Plusieurs facteurs, donc.

1) J’ai été amené à repenser ces jours-ci à Attica Blues, un trio londonien aux beats savants et aux vocals sensuels, simultanément ardents et froids, qui produisait pour le label Mo Wax une espèce de soul à la raideur quasi goth et avait été – il me paraît important de le rappeler – élu par le magazine The Face groupe le mieux habillé d’Angleterre deux années de suite dans la seconde moitié des nineties. J’ai d’abord pensé à vous parler d’eux, avant de me rétracter en réalisant que j’avais envie d’évoquer une musique plus contemporaine. Parce que l’époque fait rage, là, non ? Je ne sais pas si Taves a le sens de la sape, mais sa musique me fait d’une certaine manière penser à celle d’Attica Blues (même si c’est un chouïa tiré par les cheveux, mais je sais que vous me pardonnerez). Ce chant caressant qui tient pourtant l’auditeur à distance, ces productions, certes plus lo fi que celles des Anglais, mais très clairement érudites, ce R’n’B un peu nerdy, sous-tendu de basses faussement indolentes et de beats furieusement précis, et des titres comme « Abject », « Dissonance » ou « Inertia » qui ne respirent pas précisément la joie de vivre mais pourtant la génèrent. Le EP, nous explique le Bandcamp du label, est dédié aux femmes de sa famille et il sert en quelque sorte de catharsis pour Taves. Ça peut, à nous aussi, nous être utile ces jours-ci.

2) Il y a une dizaine de jours, j’ai vu passer dans une story Instagram du label RVNGIntl. une phrase de Peter Ivers – compositeur du mythique « In Heaven », la chanson d’Eraserhead – dont le label a sorti récemment une belle compilation, qui disait : « Demos are often better than records. » (« Les maquettes sont souvent meilleures que les disques. »). Sans être du style à me précipiter sur les éditions 3 CD farcies de rogatons et de fonds de tiroir, je me suis pourtant souvent moi-même fait cette réflexion. Et donc ça tombe franchement bien, car le EP de Taves propose quatre démos en plus des cinq titres définitifs. Les démos étant généralement mises à disposition d’un public déjà acquis, qui maîtrise parfaitement les enregistrements studio, il est finalement assez rare d’appréhender en même temps maquettes et versions définitives. L’exercice est encore plus intéressant quand il s’agit, comme ici, d’une jeune artiste, au sujet de laquelle nous ne connaissons rien ou si peu. Nous sommes vierges, privés des repères qu’un artiste dont nous serions plus familiers nous fournirait, du petit pécule émotionnel perso que l’on aurait accumulé autour de sa musique. Je vous laisse bien sûr seul-e-s juges, mais je ne suis pas loin de penser que la sentence d’Ivers se vérifie à nouveau ici. Les démos, privées du glacis de leurs basses, perdent en ancrage temporel, et ne peuvent compter que sur les paroles et la voix pour dire leur temps et leur vérité. Alors que nous étions au cœur d’un paysage urbain, celui que nous arpentons désormais a quelque chose de presque onirique, ses contours sont moins nets, c’est particulièrement vrai sur « Decant (demo) », hyper beau. Même sur le « Inertia (demo) » final, qui lui possède un beat beaucoup plus rugueux et rentre-dedans que sa version « studio », cette texture rêveuse, ce rendu un peu estompé, fonctionne à merveille.

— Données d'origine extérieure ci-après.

#include "workspace.hpp"

#include <algorithm>
#include <array>
#include <cmath>
#include <numbers>

#include "elimination.hpp"

namespace bathwright::speciation {
namespace {

/// Stoichiometric inverses are small fractions; rounding them keeps the totals of the new basis exact.
double to_simple_fraction(double value) {
  if (value == static_cast<double>(static_cast<int>(value))) return value;
  constexpr double denominator = 5040;
  const double rounded = std::round(value * denominator) / denominator;
  return std::abs(value - rounded) < 1e-10 ? rounded : value;
}

SolidRule rule(const Task& task, std::size_t solid) {
  return task.solids.empty() ? SolidRule::report_only : task.solids[solid];
}

void mark_present(const ChemicalSystem& system, const Task& task, std::vector<bool>& present) {
  for (std::size_t i = 0; i < present.size(); ++i) present[i] = std::abs(task.component_mol[i]) > absent_mol;
  present[0] = true;  // water always brings H^+
  const auto bring = [&](const std::vector<double>& made_of) {
    for (std::size_t i = 0; i < present.size(); ++i)
      if (made_of[i] != 0) present[i] = true;
  };
  for (std::size_t k = 0; k < system.solids().size(); ++k)
    if (rule(task, k) == SolidRule::in_excess) bring(system.solids()[k].made_of);
  for (const HeldGas& held : task.gases) bring(system.gases()[held.gas].made_of);
  if (task.pH) present[task.pH->counter_ion] = true;
}

}  // namespace

Workspace::Workspace(const Solver& solver) : solver_(&solver), model_(&solver.model()) {
  const ChemicalSystem& system = solver.system();
  const std::size_t all = system.components().size(), count = system.species().size(),
                    solids = system.solids().size(), gases = system.gases().size();
  const std::size_t width = padded(all + 2), system_width = padded(all + solids + gases + 4);
  kind_table.resize(2 * kinds() * width);
  by_kind.resize(kinds() * kinds());
  derivative.resize(kinds() * kinds());
  elimination.resize(std::max(kinds() * (padded(kinds()) + width), system_width * system_width));
  curvature.resize((all + 1) * width);
  phases.reserve(solids + gases + 1);
  species.reserve(count);
  kind.reserve(count);
  row_of_.reserve(all);
  present_.resize(all);
  was_present_.resize(all);
  rules_.reserve(solids);
  held_gases_.reserve(gases);
  first_.reserve(count + 1);
  entries_.reserve(count * (all + 1));
  first_holder_.reserve(all + 1);
  holders_.reserve(count * all);
  members_.reserve(count + solids);
}

void Workspace::load(const Task& task, const Constants& constants) {
  if (was_present_[0] && !rebased_ && same_problem(task)) {
    for (Phase& phase : phases) {
      phase.active = phase.kind != Phase::Kind::precipitate;
      phase.mol = 0;
    }
  } else {
    compile(task);
  }
  fill(task, constants);
  x.setZero(components());
  ln_gamma.setZero(static_cast<Index>(kinds()));
  ln_aw = 0;
  water_kg = task.water_kg;
}

bool Workspace::reload(const Task& task, const Constants& constants) {
  if (!was_present_[0] || !same_problem(task)) return false;
  fill(task, constants);
  return true;
}

bool Workspace::same_problem(const Task& task) const {
  if (task.solids.size() != rules_.size() || !std::equal(rules_.begin(), rules_.end(), task.solids.begin()) ||
      task.gases.size() != held_gases_.size() || task.pH.has_value() != counter_ion_.has_value() ||
      (task.pH && task.pH->counter_ion != *counter_ion_))
    return false;
  for (std::size_t g = 0; g < held_gases_.size(); ++g)
    if (task.gases[g].gas != held_gases_[g]) return false;
  for (std::size_t i = 0; i < present_.size(); ++i)
    if (std::abs(task.component_mol[i]) > absent_mol && !was_present_[i]) return false;
  // A component that is gone altogether must not keep its place; one that only solids bring does.
  for (std::size_t i = 1; i < present_.size(); ++i)
    if (present_[i] && !(std::abs(task.component_mol[i]) > absent_mol)) return false;
  return true;
}

void Workspace::compile(const Task& task) {
  const ChemicalSystem& system = solver_->system();
  const std::size_t all = system.components().size();
  mark_present(system, task, was_present_);
  for (std::size_t i = 0; i < all; ++i)
    present_[i] = was_present_[i] && std::abs(task.component_mol[i]) > absent_mol;
  rules_.assign(task.solids.begin(), task.solids.end());
  held_gases_.clear();
  for (const HeldGas& held : task.gases) held_gases_.push_back(held.gas);
  counter_ion_.reset();
  if (task.pH) counter_ion_ = task.pH->counter_ion;
  rebased_ = false;

  row_of_.assign(all, -1);
  Index rows = 0;
  for (std::size_t i = 0; i < all; ++i)
    if (was_present_[i]) row_of_[i] = rows++;
  const auto possible = [&](const std::vector<double>& made_of) {
    for (std::size_t i = 0; i < all; ++i)
      if (made_of[i] != 0 && !was_present_[i]) return false;
    return true;
  };
  const auto dense = [&](const std::vector<double>& made_of) {
    Vector column = Vector::Zero(rows);
    for (std::size_t i = 0; i < all; ++i)
      if (row_of_[i] >= 0) column(row_of_[i]) = made_of[i];
    return column;
  };

  species.clear();
  kind.clear();
  for (std::size_t j = 0; j < system.species().size(); ++j)
    if (possible(system.species()[j].made_of)) {
      species.push_back(j);
      kind.push_back(model_->kind_of()[j]);
    }
  A.resize(rows, static_cast<Index>(species.size()));
  water.resize(A.cols());
  ln_K.resize(A.cols());
  charge.resize(A.cols());
  for (Index j = 0; j < A.cols(); ++j) {
    const SystemSpecies& row = system.species()[species[static_cast<std::size_t>(j)]];
    A.col(j) = dense(row.made_of);
    water(j) = row.water;
    charge(j) = row.charge;
  }
  list_entries();

  phases.clear();
  for (std::size_t k = 0; k < system.solids().size(); ++k) {
    const SystemSolid& solid = system.solids()[k];
    if (rule(task, k) == SolidRule::report_only || !possible(solid.made_of)) continue;
    const bool excess = rule(task, k) == SolidRule::in_excess;
    if (!excess && !solver_->covers(k)) continue;
    const Vector column = dense(solid.made_of);
    phases.push_back({excess ? Phase::Kind::excess : Phase::Kind::precipitate, k, column, column, solid.water,
                      solid.water, 0, excess, 0});
  }
  for (const HeldGas& held : task.gases) {
    const SystemSpecies& gas = system.gases()[held.gas];
    const Vector column = dense(gas.made_of);
    phases.push_back({Phase::Kind::gas, held.gas, column, column, gas.water, gas.water, 0, true, 0});
  }
  if (task.pH) {
    Vector condition = Vector::Zero(rows), supply = Vector::Zero(rows);
    condition(proton) = 1;
    supply(proton) = 1;
    const int z = system.species()[task.pH->counter_ion].charge;
    supply(row_of_[task.pH->counter_ion]) = -1.0 / z;
    phases.push_back({Phase::Kind::ph, 0, condition, supply, 0, 0, 0, true, 0});
  }
}

void Workspace::fill(const Task& task, const Constants& constants) {
  total.resize(components());
  for (std::size_t i = 0; i < row_of_.size(); ++i)
    if (row_of_[i] >= 0) total(row_of_[i]) = task.component_mol[i];
  total_water = task.water_kg * water_mol_per_kg;
  for (Index j = 0; j < count(); ++j) ln_K(j) = constants.species[species[static_cast<std::size_t>(j)]];
  std::size_t gas = 0;
  for (Phase& phase : phases) switch (phase.kind) {
      case Phase::Kind::precipitate:
      case Phase::Kind::excess:
        phase.ln_K = constants.solids[phase.index];
        break;
      case Phase::Kind::gas:
        phase.ln_K = constants.gases[phase.index] + std::log(task.gases[gas++].pressure_bar);
        break;
      case Phase::Kind::ph:
        phase.ln_K = -task.pH->pH * std::numbers::ln10;
        break;
    }
  if (!rebased_) return;
  // Over the members of another basis.
  Vector K(components());
  for (Index i = 0; i < components(); ++i) {
    const BasisMember& member = members_[static_cast<std::size_t>(i)];
    K(i) = member.is_phase ? -phases[member.index].ln_K : ln_K(static_cast<Index>(member.index));
  }
  total = Vector(inverse_.lazyProduct(total));
  total_water -= total.dot(members_water_);
  for (Index j = 0; j < count(); ++j) ln_K(j) -= A.col(j).dot(K);
  for (Phase& phase : phases) phase.ln_K += phase.condition.dot(K);
}

void Workspace::list_entries() {
  entries_.clear();
  first_.clear();
  for (Index j = 0; j < count(); ++j) {
    first_.push_back(entries_.size());
    for (Index i = 0; i < components(); ++i)
      if (A(i, j) != 0) entries_.push_back({static_cast<std::uint16_t>(i), A(i, j)});
    if (water(j) != 0) entries_.push_back({static_cast<std::uint16_t>(components()), water(j)});
  }
  first_.push_back(entries_.size());
  holders_.clear();
  first_holder_.clear();
  for (Index i = 0; i < components(); ++i) {
    first_holder_.push_back(holders_.size());
    for (Index j = 0; j < count(); ++j)
      if (A(i, j) != 0) holders_.push_back({j, A(i, j)});
  }
  first_holder_.push_back(holders_.size());
}

void Workspace::ln_molality(SpeciesVector& result) const {
  double extended[most_rows];
  std::copy_n(x.data(), components(), extended);
  extended[components()] = ln_aw;
  result.resize(count());
  for (Index j = 0; j < count(); ++j) {
    double sum = ln_K(j) - ln_gamma(kind[static_cast<std::size_t>(j)]);
    for (const Entry* e = begin(j); e != end(j); ++e) sum += e->value * extended[e->row];
    result(j) = sum;
  }
}

void Workspace::molality(SpeciesVector& result, double highest) const {
  ln_molality(result);
  result = result.array().min(highest).exp();
}

void Workspace::sum_kinds(const SpeciesVector& molality, SpeciesVector& in_kind) const {
  in_kind.setZero(static_cast<Index>(kinds()));
  for (Index j = 0; j < count(); ++j) in_kind(kind[static_cast<std::size_t>(j)]) += molality(j);
}

void Workspace::rebase(const SpeciesVector& m) {
  // Gaussian elimination over the species and present solids in order of abundance picks the most abundant
  // independent ones. A solid in the basis keeps the noise of its amount out of what is left dissolved.
  const auto amount = [&](const BasisMember& member) {
    return member.is_phase ? phases[member.index].mol : m(static_cast<Index>(member.index)) * water_kg;
  };
  members_.clear();
  for (std::size_t j = 0; j < species.size(); ++j) members_.push_back({false, j});
  for (std::size_t k = 0; k < phases.size(); ++k)
    if (phases[k].kind == Phase::Kind::precipitate && phases[k].active) members_.push_back({true, k});
  std::sort(members_.begin(), members_.end(), [&](const BasisMember& a, const BasisMember& b) {
    const double left = amount(a), right = amount(b);
    if (left != right) return left > right;
    return a.is_phase != b.is_phase ? b.is_phase : a.index < b.index;
  });
  const auto made_of = [&](const BasisMember& member) -> Vector {
    if (member.is_phase) return phases[member.index].condition;
    return A.col(static_cast<Index>(member.index));
  };
  const Index n = components();
  Table B(n, n), eliminated(n, n);
  Vector K(n), h(n);
  std::array<Index, most_rows> pivots{};
  Index chosen = 0;
  for (std::size_t c = 0; c < members_.size() && chosen < n; ++c) {
    const BasisMember member = members_[c];
    Vector column = made_of(member);
    for (Index k = 0; k < chosen; ++k)
      column -= column(pivots[static_cast<std::size_t>(k)]) * eliminated.col(k);
    Index pivot = 0;
    const double size = column.cwiseAbs().maxCoeff(&pivot);
    if (size < 1e-9) continue;
    B.col(chosen) = made_of(member);
    K(chosen) = member.is_phase ? -phases[member.index].ln_K : ln_K(static_cast<Index>(member.index));
    h(chosen) = member.is_phase ? phases[member.index].water : water(static_cast<Index>(member.index));
    eliminated.col(chosen) = column / column(pivot);
    pivots[static_cast<std::size_t>(chosen)] = pivot;
    members_[static_cast<std::size_t>(chosen)] = member;
    ++chosen;
  }
  const Table inverse = Table(B.inverse()).unaryExpr(&to_simple_fraction);
  x = Vector(K + h * ln_aw + B.transpose().lazyProduct(x));
  total = Vector(inverse.lazyProduct(total));
  total_water -= total.dot(h);
  for (Index j = 0; j < count(); ++j) {
    A.col(j) = Vector(inverse.lazyProduct(A.col(j))).unaryExpr(&to_simple_fraction);
    ln_K(j) -= A.col(j).dot(K);
    water(j) -= A.col(j).dot(h);
  }
  for (Phase& phase : phases) {
    phase.condition = Vector(inverse.lazyProduct(phase.condition));
    phase.supply = Vector(inverse.lazyProduct(phase.supply));
    phase.ln_K += phase.condition.dot(K);
    phase.water -= phase.condition.dot(h);
    phase.supply_water -= phase.supply.dot(h);
  }
  list_entries();
  // For reload(): the way from the components, whatever the basis was before.
  inverse_ = rebased_ ? Table(inverse.lazyProduct(inverse_)).unaryExpr(&to_simple_fraction) : inverse;
  rebased_ = true;
  members_water_.resize(n);
  for (Index i = 0; i < n; ++i) {
    const auto [is_phase, index] = members_[static_cast<std::size_t>(i)];
    members_water_(i) = is_phase ? solver_->system().solids()[phases[index].index].water
                                 : solver_->system().species()[species[index]].water;
  }
}

}  // namespace bathwright::speciation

3) Je ne suis pas sûr qu’il fasse beau aujourd’hui. Comme je me soucie de votre bien-être, je me réjouis par avance de savoir qu’à votre fenêtre, sur votre balcon ou dans votre jardin – et si le cœur vous en dit bien sûr –, vous allez écouter les vingt minutes de ce très chouette Akátá : c’est tout simplement de la musique parfaite pour humer le printemps, confiné ou pas. Ce sera mon vœu pour le « monde d’après » : moins de milices de chasseurs et plus de Taves.